[Extracted material Boundary: Start]
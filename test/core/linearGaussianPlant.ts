/**
 * Test fixtures: invented linear plants x' = A x + B u + w with quadratic cost, logged under a
 * linear-Gaussian controller, and the exact Gaussian law of (x_t, u_t) at every step for any
 * linear-Gaussian policy (so occupancies and data moments can be computed without sampling).
 *
 * Exactness: with x_0 ~ N(m_0, C_0) and u = k + G x + e, e ~ N(0, S), every x_t is Gaussian with
 *   m_{t+1} = F m_t + B k,   C_{t+1} = F C_t Fᵀ + B S Bᵀ + W,   F = A + B G
 * (Anderson & Moore, "Optimal Filtering", 1979, §2.3), and (x_t, u_t) is jointly Gaussian. A
 * tensor Gauss–Hermite rule with q nodes per input integrates polynomials of degree ≤ 2q − 1 in
 * each input exactly (Abramowitz & Stegun 25.4.46), so feature moments of polynomial features are
 * exact to rounding.
 */
import type { FeatureMap } from '../../src/core/features/featureMap';
import { cholesky } from '../../src/core/linalg/dense';
import { closedFormPolicyCost, lqClosedForm, rewardFromCost, type LinearQuadraticPlant } from '../../src/core/lq';
import { createGaussianPolicy } from '../../src/core/policy';
import { standardNormalRule } from '../../src/core/quadrature/gaussHermite';
import { createRandom } from '../../src/core/random';
import type { TransitionSet } from '../../src/core/transitions';

export interface TestPlant {
  n: number; m: number;
  A: number[]; B: number[]; // n×n, n×m row-major
  noiseStd: number[]; // n, independent process noise
  Q: number[]; R: number[]; // cost weights n×n, m×m
}

/** u = offset + gain·x + std·N(0, 1) per action, optionally clipped to [lo, hi]. */
export interface TestController { offset: number[]; gain: number[]; std: number[]; lo?: number[]; hi?: number[] }

export interface GaussianLaw { mean: Float64Array; cov: Float64Array } // dim p, p×p

export interface LogSpec { episodes: number; steps: number; seed: number; start: GaussianLaw }

export function simulateLog(plant: TestPlant, controller: TestController, spec: LogSpec): TransitionSet {
  const { n, m } = plant, count = spec.episodes * spec.steps, rng = createRandom(spec.seed);
  const states = new Float64Array(count * n), actions = new Float64Array(count * m), nextStates = new Float64Array(count * n);
  const rewards = new Float64Array(count), episode = new Int32Array(count), startStates = new Float64Array(spec.episodes * n);
  const startFactor = cholesky(spec.start.cov, n);
  const x = new Float64Array(n), u = new Float64Array(m), z = new Float64Array(n);
  let row = 0;
  for (let e = 0; e < spec.episodes; e++) {
    for (let i = 0; i < n; i++) z[i] = rng.normal();
    for (let i = 0; i < n; i++) x[i] = startStates[e * n + i] = spec.start.mean[i] + rowDot(startFactor, i, z, n);
    for (let t = 0; t < spec.steps; t++, row++) {
      controllerAction(controller, x, rng, u);
      states.set(x, row * n);
      actions.set(u, row * m);
      rewards[row] = -(quadratic(plant.Q, x) + quadratic(plant.R, u));
      plantStep(plant, x, u, rng, x);
      nextStates.set(x, row * n);
      episode[row] = e;
    }
  }
  return {
    count, stateDim: n, actionDim: m,
    stateNames: Array.from({ length: n }, (_, i) => `x${i + 1}`), actionNames: Array.from({ length: m }, (_, i) => `u${i + 1}`),
    states, actions, rewards, nextStates, terminal: new Uint8Array(count), episode, episodeCount: spec.episodes, startStates,
    sourceLine: Int32Array.from({ length: count }, (_, i) => i + 2),
  };
}

export function controllerAction(c: TestController, x: ArrayLike<number>, rng: { normal(): number }, out: Float64Array): void {
  const n = x.length;
  for (let a = 0; a < out.length; a++) {
    let v = c.offset[a] + c.std[a] * rng.normal();
    for (let j = 0; j < n; j++) v += c.gain[a * n + j] * x[j];
    if (c.lo) v = Math.max(c.lo[a], v);
    if (c.hi) v = Math.min(c.hi[a], v);
    out[a] = v;
  }
}

/** x ← A x + B u + w (in place allowed: out may alias x). */
export function plantStep(p: TestPlant, x: ArrayLike<number>, u: ArrayLike<number>, rng: { normal(): number }, out: Float64Array): void {
  const next = new Float64Array(p.n);
  for (let i = 0; i < p.n; i++) next[i] = rowDot(p.A, i, x, p.n) + rowDot(p.B, i, u, p.m) + p.noiseStd[i] * rng.normal();
  out.set(next);
}

/** The law of the state at steps 0 … steps−1 under a linear-Gaussian controller (no clipping). */
export function stateLaws(plant: TestPlant, c: TestController, start: GaussianLaw, steps: number): GaussianLaw[] {
  const { n, m } = plant, f = closedLoop(plant, c), laws: GaussianLaw[] = [];
  const bsb = new Float64Array(n * n);
  for (let i = 0; i < n; i++) for (let j = 0; j < n; j++) {
    for (let a = 0; a < m; a++) bsb[i * n + j] += plant.B[i * m + a] * c.std[a] ** 2 * plant.B[j * m + a];
    if (i === j) bsb[i * n + j] += plant.noiseStd[i] ** 2;
  }
  let mean: Float64Array = Float64Array.from(start.mean), cov: Float64Array = Float64Array.from(start.cov);
  for (let t = 0; t < steps; t++) {
    laws.push({ mean, cov });
    const nextMean = new Float64Array(n);
    for (let i = 0; i < n; i++) nextMean[i] = rowDot(f, i, mean, n) + rowDot(plant.B, i, c.offset, m);
    const fc = matmul(f, cov, n, n, n), next = matmul(fc, transpose(f, n, n), n, n, n);
    for (let k = 0; k < n * n; k++) next[k] += bsb[k];
    mean = nextMean;
    cov = next;
  }
  return laws;
}

/** The joint law of (x, u) given the law of x and a linear-Gaussian controller. */
export function stateActionLaw(c: TestController, law: GaussianLaw, n: number, m: number): GaussianLaw {
  const p = n + m, mean = new Float64Array(p), cov = new Float64Array(p * p);
  mean.set(law.mean);
  for (let a = 0; a < m; a++) mean[n + a] = c.offset[a] + rowDot(c.gain, a, law.mean, n);
  const gc = matmul(c.gain, law.cov, m, n, n); // m×n
  const gcg = matmul(gc, transpose(c.gain, m, n), m, n, m);
  for (let i = 0; i < n; i++) for (let j = 0; j < n; j++) cov[i * p + j] = law.cov[i * n + j];
  for (let a = 0; a < m; a++) {
    for (let j = 0; j < n; j++) cov[(n + a) * p + j] = cov[j * p + n + a] = gc[a * n + j];
    for (let b = 0; b < m; b++) cov[(n + a) * p + n + b] = gcg[a * m + b] + (a === b ? c.std[a] ** 2 : 0);
  }
  return { mean, cov };
}

/** E[φ] (d) and, unless meanOnly, E[φφᵀ] (d×d) under a Gaussian law of the feature inputs, by a tensor Gauss–Hermite rule. */
export function featureMoments(features: FeatureMap, law: GaussianLaw, nodes = 4, meanOnly = false): { mean: Float64Array; second: Float64Array } {
  const p = law.mean.length, d = features.dim, rule = standardNormalRule(nodes), l = choleskyPsd(law.cov, p);
  const mean = new Float64Array(d), second = new Float64Array(d * d), phi = new Float64Array(d);
  const zeta = new Float64Array(p), input = new Float64Array(p);
  for (let j = 0, count = nodes ** p; j < count; j++) {
    let w = 1;
    for (let i = 0, rest = j; i < p; i++, rest = Math.floor(rest / nodes)) {
      zeta[i] = rule.nodes[rest % nodes];
      w *= rule.weights[rest % nodes];
    }
    for (let i = 0; i < p; i++) input[i] = law.mean[i] + rowDot(l, i, zeta, p);
    features.evaluate(input, 0, phi, 0);
    for (let a = 0; a < d; a++) {
      mean[a] += w * phi[a];
      if (!meanOnly) for (let b = 0; b < d; b++) second[a * d + b] += w * phi[a] * phi[b];
    }
  }
  return { mean, second };
}

/** Cholesky with a tiny diagonal lift for a singular covariance (a deterministic input). */
function choleskyPsd(cov: Float64Array, p: number): Float64Array {
  let scale = 0;
  for (let i = 0; i < p; i++) scale = Math.max(scale, cov[i * p + i]);
  const lifted = Float64Array.from(cov, (v, k) => (k % (p + 1) === 0 ? v + 1e-14 * scale : v));
  return cholesky(lifted, p);
}

export function closedLoop(plant: TestPlant, c: TestController): Float64Array {
  const bg = matmul(plant.B, c.gain, plant.n, plant.m, plant.n);
  return Float64Array.from(plant.A, (v, i) => v + bg[i]);
}

export function matmul(a: ArrayLike<number>, b: ArrayLike<number>, r: number, k: number, c: number): Float64Array {
  const out = new Float64Array(r * c);
  for (let i = 0; i < r; i++) for (let j = 0; j < c; j++) {
    let s = 0;
    for (let t = 0; t < k; t++) s += a[i * k + t] * b[t * c + j];
    out[i * c + j] = s;
  }
  return out;
}

export function transpose(a: ArrayLike<number>, r: number, c: number): Float64Array {
  const out = new Float64Array(r * c);
  for (let i = 0; i < r; i++) for (let j = 0; j < c; j++) out[j * r + i] = a[i * c + j];
  return out;
}

function rowDot(a: ArrayLike<number>, row: number, v: ArrayLike<number>, n: number): number {
  let s = 0;
  for (let j = 0; j < n; j++) s += a[row * n + j] * v[j];
  return s;
}

function quadratic(w: number[], v: ArrayLike<number>): number {
  let s = 0;
  for (let i = 0; i < v.length; i++) for (let j = 0; j < v.length; j++) s += v[i] * w[i * v.length + j] * v[j];
  return s;
}

/** The plant in src/core/lq.ts's form (deviation coordinates around 0), for the closed-form values. */
export function closedFormPlant(p: TestPlant): LinearQuadraticPlant {
  return {
    stateDim: p.n, actionDim: p.m, dynamics: Float64Array.from(p.A), inputGain: Float64Array.from(p.B),
    processNoiseCovariance: Float64Array.from({ length: p.n * p.n }, (_, k) => (k % (p.n + 1) === 0 ? p.noiseStd[k / (p.n + 1)] ** 2 : 0)),
    stateWeight: Float64Array.from(p.Q), actionWeight: Float64Array.from(p.R),
  };
}

/** J of a linear-Gaussian controller in REWARD terms (−cost) from given start states (count×n), by the closed form. */
export function exactPolicyValue(p: TestPlant, c: TestController, discount: number, starts: Float64Array): number {
  const policy = createGaussianPolicy({ offset: c.offset, gain: [...Array(p.m)].map((_, a) => c.gain.slice(a * p.n, (a + 1) * p.n)), std: c.std }, p.n);
  const form = lqClosedForm(closedFormPlant(p), { state: new Float64Array(p.n), action: new Float64Array(p.m) }, policy, discount);
  return rewardFromCost(closedFormPolicyCost(form, starts, starts.length / p.n));
}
[Extracted material Boundary: End]
Look over the listing. Pull out every line with the string "rowDot" in it.

    for (let i = 0; i < n; i++) x[i] = startStates[e * n + i] = spec.start.mean[i] + rowDot(startFactor, i, z, n);
  for (let i = 0; i < p.n; i++) next[i] = rowDot(p.A, i, x, p.n) + rowDot(p.B, i, u, p.m) + p.noiseStd[i] * rng.normal();
    for (let i = 0; i < n; i++) nextMean[i] = rowDot(f, i, mean, n) + rowDot(plant.B, i, c.offset, m);
  for (let a = 0; a < m; a++) mean[n + a] = c.offset[a] + rowDot(c.gain, a, law.mean, n);
    for (let i = 0; i < p; i++) input[i] = law.mean[i] + rowDot(l, i, zeta, p);
function rowDot(a: ArrayLike<number>, row: number, v: ArrayLike<number>, n: number): number {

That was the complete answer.